Si sono chiusi ieri i tre giorni di lutto nazionale decretati dal presidente Roch Marc Christian Kaboré, dopo che nella notte tra venerdì e sabato un gruppo di miliziani jihadisti ha ucciso oltre 160 civili – di cui almeno 20 bambini – nel più mortale attacco condotto nel paese dal 2015.

«Un’incursione omicida compiuta da oltre una cinquantina di uomini nella cittadina di Sohlan, vicino al confine con Mali e Niger – ha dichiarato Ousseni Tamboura portavoce del governo in un comunicato ufficiale -, hanno distrutto case, il mercato locale e due postazioni dei Volontari per la Difesa della Patria (Vdp), uccidendo chiunque incontrassero al loro passaggio tra uomini, donne e bambini».

Critiche nei confronti del governo anche per l’utilizzo poco efficace dei gruppi di difesa locale dei Vdp – ausiliari civili impegnati nella lotta anti-jihadista al fianco delle forze di sicurezza – che espongono ancora di più la popolazione locale, accusata «di supportare il governo, fornendo informazioni sugli spostamenti dei miliziani nella zona», alle rappresaglie dei miliziani.

IL BRUTALE ATTACCO – non ancora rivendicato ma attribuito allo Stato Islamico dalla stampa locale – è l’ultimo di una serie nella regione dei “tre confini” (Burkina Faso, Niger e Mali).

Secondo l’analista Siaka Coulibaly, gli attentatori hanno avviato una nuova fase con la strage perpetrata nel villaggio di Solhan. «È la prima volta che si registrano tanti civili uccisi in un’unica incursione – ha dichiarato all’Afp – per questo la popolazione burkinabè ha dubbi sulla capacità del governo di contenere l’insurrezione terroristica che è in costante aumento».

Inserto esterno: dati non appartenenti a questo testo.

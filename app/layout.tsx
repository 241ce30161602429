import type { Metadata, Viewport } from 'next';
import { cookies } from 'next/headers';
import { connection } from 'next/server';
import type { ReactNode } from 'react';
import { numberFont, sizeFont, textFont } from '@/app/fonts';
import './globals.css';

export const metadata: Metadata = {
  title: { default: 'Wiretag', template: '%s · Wiretag' },
  description: 'Work orders between an engine rebuilder and its machine shops.',
};

export const viewport: Viewport = { width: 'device-width', initialScale: 1, themeColor: '#16202c' };

export default async function RootLayout({ children }: { children: ReactNode }) {
  await connection();
  const shift = (await cookies()).get('shift')?.value;
  return (
    <html
      lang="en"
      data-shift={shift === 'night' ? 'night' : 'day'}
      className={`${textFont.variable} ${sizeFont.variable} ${numberFont.variable}`}
    >
      <body>{children}</body>
    </html>
  );
}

Domenica sono state numerose le manifestazioni di cordoglio, ma soprattutto di protesta, da parte della popolazione che ha chiesto al governo «di adottare nuove misure per evitare il ripetersi di simili stragi».

IN QUESTI ULTIMI MESI, nella zona dei “3 confini”, il Gruppo di sostegno all’Islam e ai musulmani (Jnim), affiliato ad Al-Qaeda, e lo Stato Islamico del Gran Sahara (Eigs) hanno rafforzato la loro presenza, lanciando frequenti attacchi e rendendo ingovernabili ampie zone, con l’obiettivo dichiarato di «delegittimare i governi centrali» e di «evidenziare l’inefficacia dei numerosi militari presenti nella zona».
Una risposta, in particolare, alla presenza sia dei mille militari ciadiani della forza del G5- Sahel che dei nuovi «contingenti militari stranieri» previsti dalla missione internazionale Takuba, che impegna 12 paesi europei tra cui Germania, Gran Bretagna, Portogallo, Olanda e Italia.

IL NOSTRO MINISTRO DELLA DIFESA Lorenzo Guerini ha reso noto, dopo un recente viaggio in Niger e Mali, che «i militari italiani saranno operativi in operazioni di addestramento e supporto logistico nell’area e da luglio avranno una propria base in Niger». Un concreto impegno «in misure di contrasto al fenomeno jihadista», che lascia di fatto intuire un possibile coinvolgimento diretto di soldati italiani in uno dei fronti più caldi dello jihadismo globale.